Okay, every night i read up on the shawnee indians and their hunter gathering lifestyle they lived. I choice shawnee because the area i live in was their land and always will be. 

Now, i read up on the plants they used and the sacred medicine they used. I read shelters and clothing and so on. I want to live exactly like they did. I have a peace of land that i can do this on. 

I want to get into touch with my wild side. But i actually want to live like this. For people who live the huntergathering lifestyle. How would i get started doing this? All information is welcome.


----------



## AlwaysLost (Jun 26, 2017)

AaronOnTheRoad said:


> Okay, every night i read up on the shawnee indians and their hunter gathering lifestyle they lived. I choice shawnee because the area i live in was their land and always will be.
> 
> Now, i read up on the plants they used and the sacred medicine they used. I read shelters and clothing and so on. I want to live exactly like they did. I have a peace of land that i can do this on.
> 
> I want to get into touch with my wild side. But i actually want to live like this. For people who live the huntergathering lifestyle. How would i get started doing this? All information is welcome.

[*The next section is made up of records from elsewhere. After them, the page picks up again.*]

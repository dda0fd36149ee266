/**
 * The sparse LU against the dense LU with partial pivoting, and both against
 * the definition: the residual of a solve, |A x - b|, relative to |A| |x|
 * (the backward error of Rigal & Gaches 1967, Higham, Accuracy and Stability
 * of Numerical Algorithms, thm 7.3).
 */
import { describe, expect, it } from 'vitest';
import { DenseLU } from '../../src/solve/dense-lu.ts';
import { minimumDegreeOrdering } from '../../src/solve/ordering.ts';
import { SparseLU } from '../../src/solve/sparse-lu.ts';
import type { SparsityPattern } from '../../src/solve/index.ts';
import { patternFromRows, seededRandom } from './problems.ts';

interface RandomMatrix {
  n: number;
  pattern: SparsityPattern;
  values: Float64Array;
}

/** Random sparse matrix with about `perRow` off-diagonal entries per row; diagonal optional. */
function randomSparse(n: number, perRow: number, seed: number, diagonal: 'strong' | 'weak' | 'none'): RandomMatrix {
  const random = seededRandom(seed);
  const rows: Set<number>[] = [];
  for (let i = 0; i < n; i++) {
    const row = new Set<number>();
    if (diagonal !== 'none') row.add(i);
    for (let m = 0; m < perRow; m++) {
      const j = Math.floor(random() * n);
      if (diagonal === 'none' && j === i) continue;
      row.add(j);
    }
    // A structurally zero diagonal needs another entry in each row and column to stay non-singular.
    if (diagonal === 'none') row.add((i + 1) % n);
    rows.push(row);
  }
  const pattern = patternFromRows(rows);
  const values = new Float64Array(pattern.rowPtr[n]);
  for (let i = 0; i < n; i++) {
    for (let p = pattern.rowPtr[i]; p < pattern.rowPtr[i + 1]; p++) {
      const j = pattern.colIdx[p];
      let v = 2 * random() - 1;
      if (i === j) v = diagonal === 'strong' ? perRow + 1 + random() : 1e-6 * v;
      values[p] = v;
    }
  }
  return { n, pattern, values };
}

function toDense(m: RandomMatrix): Float64Array {
  const a = new Float64Array(m.n * m.n);
  for (let i = 0; i < m.n; i++) {
    for (let p = m.pattern.rowPtr[i]; p < m.pattern.rowPtr[i + 1]; p++) a[i * m.n + m.pattern.colIdx[p]] = m.values[p];
  }
  return a;
}

/** max_i |A x - b|_i / (max_i sum_j |a_ij| |x_j| + |b|_inf). */
function relativeResidual(m: RandomMatrix, x: Float64Array, b: Float64Array): number {
  let worst = 0;
  let scale = 0;
  for (let i = 0; i < m.n; i++) {
    let r = -b[i];
    let s = Math.abs(b[i]);
    for (let p = m.pattern.rowPtr[i]; p < m.pattern.rowPtr[i + 1]; p++) {
      const term = m.values[p] * x[m.pattern.colIdx[p]];
      r += term;
      s += Math.abs(term);
    }
    worst = Math.max(worst, Math.abs(r));
    scale = Math.max(scale, s);
  }
  return worst / scale;
}

function solveBoth(m: RandomMatrix, seed: number): { sparse: Float64Array; dense: Float64Array; b: Float64Array; lu: SparseLU } {
  const random = seededRandom(seed);
  const b = Float64Array.from({ length: m.n }, () => 2 * random() - 1);
  const lu = new SparseLU(m.n, m.pattern);
  expect(lu.factor(m.values)).toBe(true);
  const sparse = Float64Array.from(b);
  lu.solve(sparse);
  const dense = new DenseLU(m.n);
  dense.lu.set(toDense(m));
  expect(dense.factor()).toBe(true);
  const x = Float64Array.from(b);
  dense.solve(x);
  return { sparse, dense: x, b, lu };
}

function maxRelativeDifference(a: Float64Array, b: Float64Array): number {
  let norm = 0;
  let diff = 0;
  for (let i = 0; i < a.length; i++) {
    norm = Math.max(norm, Math.abs(b[i]));
    diff = Math.max(diff, Math.abs(a[i] - b[i]));
  }
  return diff / norm;
}

describe('sparse LU', () => {
  it('matches the dense LU on diagonally dominant random sparse matrices', () => {
    for (const [n, perRow, seed] of [
      [50, 3, 1],
      [200, 6, 2],
      [400, 10, 3],
    ]) {
      const m = randomSparse(n, perRow, seed, 'strong');
      const { sparse, dense, b, lu } = solveBoth(m, seed + 100);
      expect(relativeResidual(m, sparse, b)).toBeLessThan(1e-12);
      expect(relativeResidual(m, dense, b)).toBeLessThan(1e-12);
      expect(maxRelativeDifference(sparse, dense)).toBeLessThan(1e-10);
      expect(lu.stats.pivotingFactorizations).toBe(1);
    }
  });

  it('pivots off the diagonal when the diagonal is tiny or structurally zero', () => {
    for (const diagonal of ['weak', 'none'] as const) {
      // Odd order, so the dense LU's two-column sweep ends on a single column.
      const m = randomSparse(121, 4, 11, diagonal);
      const { sparse, dense, b } = solveBoth(m, 12);
      expect(relativeResidual(m, sparse, b)).toBeLessThan(1e-12);
      expect(relativeResidual(m, dense, b)).toBeLessThan(1e-12);
      expect(maxRelativeDifference(sparse, dense)).toBeLessThan(1e-8);
    }
  });

  it('refactors on the stored pivot sequence, and pivots again when a pivot fails the threshold', () => {
    const m = randomSparse(150, 5, 21, 'strong');
    const lu = new SparseLU(m.n, m.pattern);
    expect(lu.factor(m.values)).toBe(true);
    const random = seededRandom(22);
    const b = Float64Array.from({ length: m.n }, () => 2 * random() - 1);

    // Same pattern, new values: numeric refactorisation only.
    const second: RandomMatrix = { ...m, values: m.values.map((v) => v * (1 + 0.3 * (random() - 0.5))) };
    expect(lu.factor(second.values)).toBe(true);
    expect(lu.stats).toMatchObject({ pivotingFactorizations: 1, refactorizations: 1 });
    const x2 = Float64Array.from(b);
    lu.solve(x2);
    expect(relativeResidual(second, x2, b)).toBeLessThan(1e-12);

    // Shrink every diagonal entry: the old pivots fail the threshold test.
    const third: RandomMatrix = { ...m, values: Float64Array.from(m.values) };
    for (let i = 0; i < m.n; i++) {
      for (let p = m.pattern.rowPtr[i]; p < m.pattern.rowPtr[i + 1]; p++) {
        if (m.pattern.colIdx[p] === i) third.values[p] *= 1e-9;
      }
    }
    expect(lu.factor(third.values)).toBe(true);
    expect(lu.stats.pivotingFactorizations).toBe(2);
    const x3 = Float64Array.from(b);
    lu.solve(x3);
    expect(relativeResidual(third, x3, b)).toBeLessThan(1e-12);
  });

  it('gives the same solution with and without the dense tail, also after refactorisation', () => {
    // Fairly full rows: the cost model hands the last steps to the dense LU.
    const m = randomSparse(200, 25, 41, 'strong');
    const random = seededRandom(42);
    const b = Float64Array.from({ length: m.n }, () => 2 * random() - 1);
    const withTail = new SparseLU(m.n, m.pattern);
    const withoutTail = new SparseLU(m.n, m.pattern, { denseTail: false });
    for (const values of [m.values, m.values.map((v) => v * (1 + 0.2 * (random() - 0.5)))]) {
      expect(withTail.factor(values)).toBe(true);
      expect(withoutTail.factor(values)).toBe(true);
      const x1 = Float64Array.from(b);
      const x2 = Float64Array.from(b);
      withTail.solve(x1);
      withoutTail.solve(x2);
      expect(relativeResidual({ ...m, values }, x1, b)).toBeLessThan(1e-12);
      expect(relativeResidual({ ...m, values }, x2, b)).toBeLessThan(1e-12);
      expect(maxRelativeDifference(x1, x2)).toBeLessThan(1e-10);
    }
    expect(withTail.stats.denseTail).toBeGreaterThan(0);
    expect(withTail.stats.denseTail).toBeLessThan(m.n);
    expect(withoutTail.stats.denseTail).toBe(0);
    expect(withTail.stats.refactorizations).toBe(1);
  });

  it('reports a singular matrix instead of dividing by zero', () => {
    // Rows 0 and 1 are equal.
    const pattern = patternFromRows([new Set([0, 1]), new Set([0, 1]), new Set([2])]);
    const lu = new SparseLU(3, pattern);
    expect(lu.factor(Float64Array.from([1, 2, 1, 2, 5]))).toBe(false);
    expect(lu.factor(Float64Array.from([1, 2, 3, 4, Number.NaN]))).toBe(false);
    expect(lu.factor(Float64Array.from([1, 2, 3, 4, 5]))).toBe(true);
  });
});

describe('minimum-degree ordering', () => {
  it('returns a permutation', () => {
    const m = randomSparse(300, 8, 31, 'strong');
    const q = minimumDegreeOrdering(m.n, m.pattern);
    expect([...q].sort((a, b) => a - b)).toEqual(Array.from({ length: m.n }, (_, i) => i));
  });

  it('orders an arrowhead matrix so that it factors without fill (George & Liu 1981, sec. 2.1)', () => {
    // Dense first row and column: the natural order fills the whole matrix,
    // eliminating the hub last gives no fill at all.
    const n = 60;
    const rows: Set<number>[] = [];
    for (let i = 0; i < n; i++) rows.push(i === 0 ? new Set(Array.from({ length: n }, (_, j) => j)) : new Set([0, i]));
    const pattern = patternFromRows(rows);
    const values = new Float64Array(pattern.rowPtr[n]);
    for (let i = 0; i < n; i++) {
      for (let p = pattern.rowPtr[i]; p < pattern.rowPtr[i + 1]; p++) values[p] = pattern.colIdx[p] === i ? n : 1;
    }
    const q = minimumDegreeOrdering(n, pattern);
    // The hub goes last (ties with the final spoke are broken by index).
    expect([...q].indexOf(0)).toBeGreaterThanOrEqual(n - 2);
    const ordered = new SparseLU(n, pattern, { ordering: 'minimum-degree' });
    const natural = new SparseLU(n, pattern, { ordering: 'natural' });
    expect(ordered.factor(values)).toBe(true);
    expect(natural.factor(values)).toBe(true);
    // No fill: L and U hold exactly the entries of A (diagonal counted in both).
    expect(ordered.stats.nnzL + ordered.stats.nnzU).toBe(pattern.rowPtr[n] + n);
    expect(natural.stats.nnzL).toBe((n * (n + 1)) / 2);
  });
});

How big a piece of land are we talking about? Most modern hunter gathering groups I've heard about are nomadic. I'm pretty sure Neolithic hunter gathers followed the Buffalo or deer. Do you just want to live like them ie teepee, primitive fire etc of full on only eat off the land?

If its only a small patch I'm afraid your going to have to consider agriculture which can still be authentic. There are several crops Natives cultivated, maize, ragweed tobacco...


----------



## AaronOnTheRoad (Jun 26, 2017)

AlmostAlwaysLost said:


> How big a piece of land are we talking about? Most modern hunter gathering groups I've heard about are nomadic. I'm pretty sure Neolithic hunter gathers followed the Buffalo or deer. Do you just want to live like them ie teepee, primitive fire etc of full on only eat off the land?
> 
> If its only a small patch I'm afraid your going to have to consider agriculture which can still be authentic. There are several crops Natives cultivated, maize, ragweed tobacco...


It takes about hour and a half to walk the whole land. I want to live like this as long as possible. No teepee cause that's not what they used here. They used a igloo type shelters with bark.

As for growing things yes to this also. I want to grow sqacsh and corn and some other things.


----------



## AlwaysLost (Jun 26, 2017)

AaronOnTheRoad said:


> It takes about hour and a half to walk the whole land. I want to live like this as long as possible. No teepee cause that's not what they used here. They used a igloo type shelters with bark.
> 
> As for growing things yes to this also. I want to grow sqacsh and corn and some other things.


 
Yes no offense to the Pawnee on the Teepee thing. Anthropology class was 20 years ago lol.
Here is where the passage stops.